I'm probably just trying to do something crazy here, so let me explain my use case first:
I've got an object graph in Ruby, consisting only of the basic JSON types (strings, numbers, arrays, hashes, trues, falses, nils). I'd like ultimately to serialize this graph to JSON.
The problem is that I don't have control over the origin of all objects in the graph. This means that some of the strings contained in the object graph might be tagged with the wrong encodings (for example, a string that's actually just a bunch of random garbage bytes ends up tagged with a UTF-8 encoding). This will cause the JSON serialization to fail (since JSON only supports UTF-8 encoded strings).

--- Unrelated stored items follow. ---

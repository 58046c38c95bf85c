package method

import (
	"fmt"
	"math"
)

// Codes of the special-cause checks (our own short names).
const (
	SignalBeyondLimits  = "beyond-limits"              // one point beyond Limit·σ
	SignalTwoOfThree    = "two-of-three-beyond-2sigma" // 2 of 3 in a row beyond 2σ, same side
	SignalFourOfFive    = "four-of-five-beyond-1sigma" // 4 of 5 in a row beyond 1σ, same side
	SignalRunSameSide   = "run-same-side"              // a run on one side of the centre
	SignalTrend         = "trend"                      // steadily rising or falling
	SignalAlternating   = "alternating"                // up and down in turn
	SignalHuggingCentre = "hugging-centre"             // a run within 1σ of the centre
	SignalAvoidCentre   = "avoiding-centre"            // a run beyond 1σ, on both sides
)

// SignalSettings switches the special-cause checks and sets their
// parameters. A zero count or limit takes the published default given
// beside it; DefaultSignalSettings turns every check on.
type SignalSettings struct {
	BeyondLimits bool
	Limit        float64 // default 3 (Shewhart 1931)

	TwoOfThree bool // Western Electric 1956; Nelson 1984
	FourOfFive bool // Western Electric 1956; Nelson 1984

	RunSameSide bool
	SameSideRun int // default 9 (Nelson 1984; Western Electric 1956 used 8)

	Trend    bool
	TrendRun int // points in a row steadily rising or falling; default 6 (Nelson 1984)

	Alternating    bool
	AlternatingRun int // points in a row alternating up and down; default 14 (Nelson 1984)

	HuggingCentre bool
	HuggingRun    int // points in a row within 1σ of the centre; default 15 (Nelson 1984)

	AvoidCentre bool
	AvoidRun    int // points in a row beyond 1σ with both sides present; default 8 (Nelson 1984)
}

// DefaultSignalSettings turns on every check with the published defaults.
func DefaultSignalSettings() SignalSettings {
	return SignalSettings{
		BeyondLimits: true, Limit: 3, TwoOfThree: true, FourOfFive: true,
		RunSameSide: true, SameSideRun: 9, Trend: true, TrendRun: 6,
		Alternating: true, AlternatingRun: 14, HuggingCentre: true, HuggingRun: 15,
		AvoidCentre: true, AvoidRun: 8,
	}
}

// Signal is one special-cause signal: the check's code, the side (+1
// above the centre or rising, −1 below or falling, 0 for checks without a
// side), and the points (0-based) that make it. For the run checks every
// point from First to Last makes the signal and Points is nil; for the
// two-of-three and four-of-five checks Points lists the points beyond the
// zone (First and Last are the first and last of them). Indices returns
// the points in both cases.
type Signal struct {
	Rule        string
	Side        int
	First, Last int
	Points      []int
}

// Indices returns the points that make the signal.
func (s Signal) Indices() []int {
	if s.Points != nil {
		return s.Points
	}
	out := make([]int, 0, s.Last-s.First+1)
	for i := s.First; i <= s.Last; i++ {
		out = append(out, i)
	}
	return out
}

// Signals runs the switched-on checks for special causes on the points x
// plotted against centre with standard deviation sigma: one value for
// every point, or one per point (a mean chart with unequal subgroup sizes
// gives each mean its own σ/√nᵢ). The checks are the zone rules of the
// Western Electric Statistical Quality Control Handbook (1956) and the
// tests of Nelson (1984, J. Quality Technology 16:237), in our own words:
//
//   - beyond-limits: a point more than Limit·σ from the centre.
//   - two-of-three-beyond-2sigma: two of three points in a row more than 2σ
//     from the centre on the same side.
//   - four-of-five-beyond-1sigma: four of five points in a row more than 1σ
//     from the centre on the same side.
//   - run-same-side: SameSideRun or more points in a row strictly on one
//     side of the centre (a point on the centre ends the run).
//   - trend: TrendRun or more points in a row, each higher than the one
//     before (or each lower); an equal neighbour ends it.
//   - alternating: AlternatingRun or more points in a row going up and
//     down in turn.
//   - hugging-centre: HuggingRun or more points in a row less than 1σ from
//     the centre.
//   - avoiding-centre: AvoidRun or more points in a row more than 1σ from
//     the centre, with points on both sides among them.
//
// "More than kσ" is strict: a point exactly on a zone edge is on neither
// side of it. Each run check reports the whole maximal run once; the
// windowed checks report each cluster of overlapping windows once, with
// the points beyond the zone. Comparisons use x − centre against k·σ (no
// division), so σ = 0 is allowed. Signals are returned check by check, in
// order of their first point within each check.
func Signals(x []float64, centre float64, sigma []float64, s SignalSettings) ([]Signal, error) {
	n := len(x)
	if len(sigma) != 1 && len(sigma) != n {
		return nil, fmt.Errorf("%d sigmas for %d points: give one, or one per point", len(sigma), n)
	}
	for _, v := range sigma {
		if !(v >= 0) || math.IsInf(v, 0) {
			return nil, fmt.Errorf("sigma %g: it must be a finite number >= 0", v)
		}
	}
	if math.IsNaN(centre) || math.IsInf(centre, 0) {
		return nil, fmt.Errorf("centre %g: it must be finite", centre)
	}
	for i, v := range x {
		if math.IsNaN(v) || math.IsInf(v, 0) {
			return nil, fmt.Errorf("point %d is %g: points must be finite", i, v)
		}
	}
	// One pass classifies every point (a byte each): which zone edges it
	// lies beyond and on which side; the checks then read the bytes.
	lim := ctlDefaultF(s.Limit, 3)
	code := make([]uint8, n)
	for i, v := range x {
		sg := sigma[0]
		if len(sigma) > 1 {
			sg = sigma[i]
		}
		d := v - centre
		a := math.Abs(d)
		// without branches (random points would mispredict them)
		code[i] = ctlBit(a > sg)*zoneBeyond1 | ctlBit(a > 2*sg)*zoneBeyond2 | ctlBit(a > lim*sg)*zoneBeyondLimit |
			ctlBit(a < sg)*zoneWithin1 | ctlBit(d < 0)*zoneBelow | ctlBit(d > 0)*zoneAbove
	}
	var out []Signal
	if s.BeyondLimits {
		for i, c := range code {
			if z := ctlClass(c, zoneBeyondLimit); z != 0 {
				out = append(out, Signal{Rule: SignalBeyondLimits, Side: z, First: i, Last: i, Points: []int{i}})
			}
		}
	}
	if s.TwoOfThree {
		out = ctlWindowed(out, code, SignalTwoOfThree, 2, 3, zoneBeyond2)
	}
	if s.FourOfFive {
		out = ctlWindowed(out, code, SignalFourOfFive, 4, 5, zoneBeyond1)
	}
	if s.RunSameSide {
		out = ctlRuns(out, code, SignalRunSameSide, ctlDefaultI(s.SameSideRun, 9), classSide, false)
	}
	if s.Trend {
		out = ctlSteps(out, x, SignalTrend, ctlDefaultI(s.TrendRun, 6), false)
	}
	if s.Alternating {
		out = ctlSteps(out, x, SignalAlternating, ctlDefaultI(s.AlternatingRun, 14), true)
	}
	if s.HuggingCentre {
		out = ctlRuns(out, code, SignalHuggingCentre, ctlDefaultI(s.HuggingRun, 15), zoneWithin1, false)
	}
	if s.AvoidCentre {
		out = ctlRuns(out, code, SignalAvoidCentre, ctlDefaultI(s.AvoidRun, 8), zoneBeyond1, true)
	}
	return out, nil
}

// The bits of a point's zone byte in Signals: beyond 1σ, 2σ and the limit
// (strictly), strictly within 1σ, and the side of the centre.
const (
	zoneBeyond1 uint8 = 1 << iota
	zoneBeyond2
	zoneBeyondLimit
	zoneWithin1
	zoneBelow
	zoneAbove
	classSide // not a bit of the byte: ctlClass gives the side of the centre
)

// ctlBit is 1 for true (the compiler makes it a flag set, not a branch).
func ctlBit(b bool) uint8 {
	var u uint8
	if b {
		u = 1
	}
	return u
}

// ctlClass is the class of a point with zone byte c that a check reads:
// for an edge (zoneBeyond1, zoneBeyond2, zoneBeyondLimit) +1 beyond it
// above the centre, −1 below, 0 otherwise; for classSide the side of the
// centre (0 on it); for zoneWithin1 2 when strictly within 1σ (a class of
// its own, without a side), else 0.
func ctlClass(c, what uint8) int {
	side := int(c&zoneAbove)>>5 - int(c&zoneBelow)>>4
	switch {
	case what == classSide:
		return side
	case what == zoneWithin1:
		return int(c&zoneWithin1) >> 2
	case c&what == 0:
		return 0
	}
	return side
}

func ctlDefaultI(v, d int) int {
	if v <= 0 {
		return d
	}
	return v
}

func ctlDefaultF(v, d float64) float64 {
	if !(v > 0) || math.IsInf(v, 0) {
		return d
	}
	return v
}

// ctlWindowed reports m of w points in a row with the same non-zero class
// (side beyond a zone). A window fires at point i when class(i) ≠ 0 and at
// least m of the last w points (fewer at the start) share it; overlapping
// firings on the same side join into one signal.
func ctlWindowed(out []Signal, code []uint8, rule string, m, w int, edge uint8) []Signal {
	n := len(code)
	cnt := [3]int{}         // counts of −1, 0, +1 in the window
	ring := make([]int8, w) // the window's classes, point i at r = i mod w
	open := -1              // index in out of the signal still open
	r := 0
	for i := 0; i < n; i++ {
		c := ctlClass(code[i], edge)
		if i >= w {
			cnt[ring[r]+1]--
		}
		ring[r] = int8(c)
		if r++; r == w {
			r = 0
		}
		cnt[c+1]++
		if c == 0 || cnt[c+1] < m {
			continue
		}
		lo := max(0, i-w+1)
		if open >= 0 && out[open].Side == c && out[open].Last >= lo {
			sg := &out[open]
			for j := sg.Last + 1; j <= i; j++ {
				if ctlClass(code[j], edge) == c {
					sg.Points = append(sg.Points, j)
				}
			}
			sg.Last = i
			continue
		}
		var pts []int
		for j := lo; j <= i; j++ {
			if ctlClass(code[j], edge) == c {
				pts = append(pts, j)
			}
		}
		out = append(out, Signal{Rule: rule, Side: c, First: pts[0], Last: i, Points: pts})
		open = len(out) - 1
	}
	return out
}

// ctlRuns reports maximal runs of at least minLen points with the same
// non-zero class. With bothSides, the class is a side (±1) and a run is
// any stretch of non-zero classes that holds both signs.
func ctlRuns(out []Signal, code []uint8, rule string, minLen int, what uint8, bothSides bool) []Signal {
	n := len(code)
	start, cur := 0, 0
	seen := [2]bool{}
	flush := func(end int) {
		if cur == 0 || end-start+1 < minLen {
			return
		}
		side := cur
		if bothSides {
			if !(seen[0] && seen[1]) {
				return
			}
			side = 0
		}
		if side == 2 {
			side = 0
		}
		out = append(out, Signal{Rule: rule, Side: side, First: start, Last: end})
	}
	for i := 0; i < n; i++ {
		c := ctlClass(code[i], what)
		same := c == cur
		if bothSides {
			same = (c != 0) == (cur != 0)
		}
		if !same {
			flush(i - 1)
			start, cur, seen = i, c, [2]bool{}
		}
		if bothSides && c != 0 {
			cur = 1
			if c > 0 {
				seen[1] = true
			} else {
				seen[0] = true
			}
		}
	}
	flush(n - 1)
	return out
}

// ctlSteps reports maximal stretches of points whose steps all go the same
// way (trend: every step up, or every step down) or alternate (every step
// the opposite of the one before); a zero step ends a stretch. A stretch
// of p points has p − 1 steps.
func ctlSteps(out []Signal, x []float64, rule string, minPts int, alternate bool) []Signal {
	n := len(x)
	if n < 2 {
		return out
	}
	step := func(j int) int { // step from x[j-1] to x[j]
		switch {
		case x[j] > x[j-1]:
			return 1
		case x[j] < x[j-1]:
			return -1
		}
		return 0
	}
	start := 0 // first point of the current stretch
	prev := 0  // previous step
	flush := func(last int) {
		if prev != 0 && last-start+1 >= minPts {
			side := 0
			if !alternate {
				side = prev
			}
			out = append(out, Signal{Rule: rule, Side: side, First: start, Last: last})
		}
	}
	for j := 1; j < n; j++ {
		d := step(j)
		cont := d != 0 && prev != 0 && ((!alternate && d == prev) || (alternate && d == -prev))
		if !cont {
			flush(j - 1)
			start = j - 1
			if d == 0 {
				start = j
			}
		}
		prev = d
	}
	flush(n - 1)
	return out
}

I have a strategy for handling these problematic strings, which basically consists of replacing them with a transformed version of each string (the exact transformation isn't really relevant).
In order to apply this transformation to strings, I need to walk the entire object graph and find all of them. This is trivial to implement recursively using standard depth-first search. One wrinkle is that I'd like to avoid mutating the original object graph or any strings therein, so I'm basically building a copy of the object graph as I traverse it (with only the non-problematic leaf nodes being referenced directly from the new graph, and all other nodes being duped).
This all works, and is reasonably efficient, save the duplication of non-leaf nodes in the transformed object graph. The problem is that it sometimes gets fed very deeply-nested object graphs, so the recursion will on occasion produce a SystemStackError
.
I've implemented a non-recursive solution using DFS with a stack of Enumerator
objects, but it seems to be dramatically slower than the recursive solution (presumably on account of the extra object allocations for the Enumerator
s and the silly StopIteration
exceptions that get raised at the end of each Enumerator
.
Breadth-first search seems inappropriate, because I don't think there's a way to determine the path back up to the root when visiting a given node, which I think I need in order to build a copy of the tree.
Am I wrong about BFS here? Are there other techniques that I could be using to accomplish this traversal without recursion? Is this all just loony?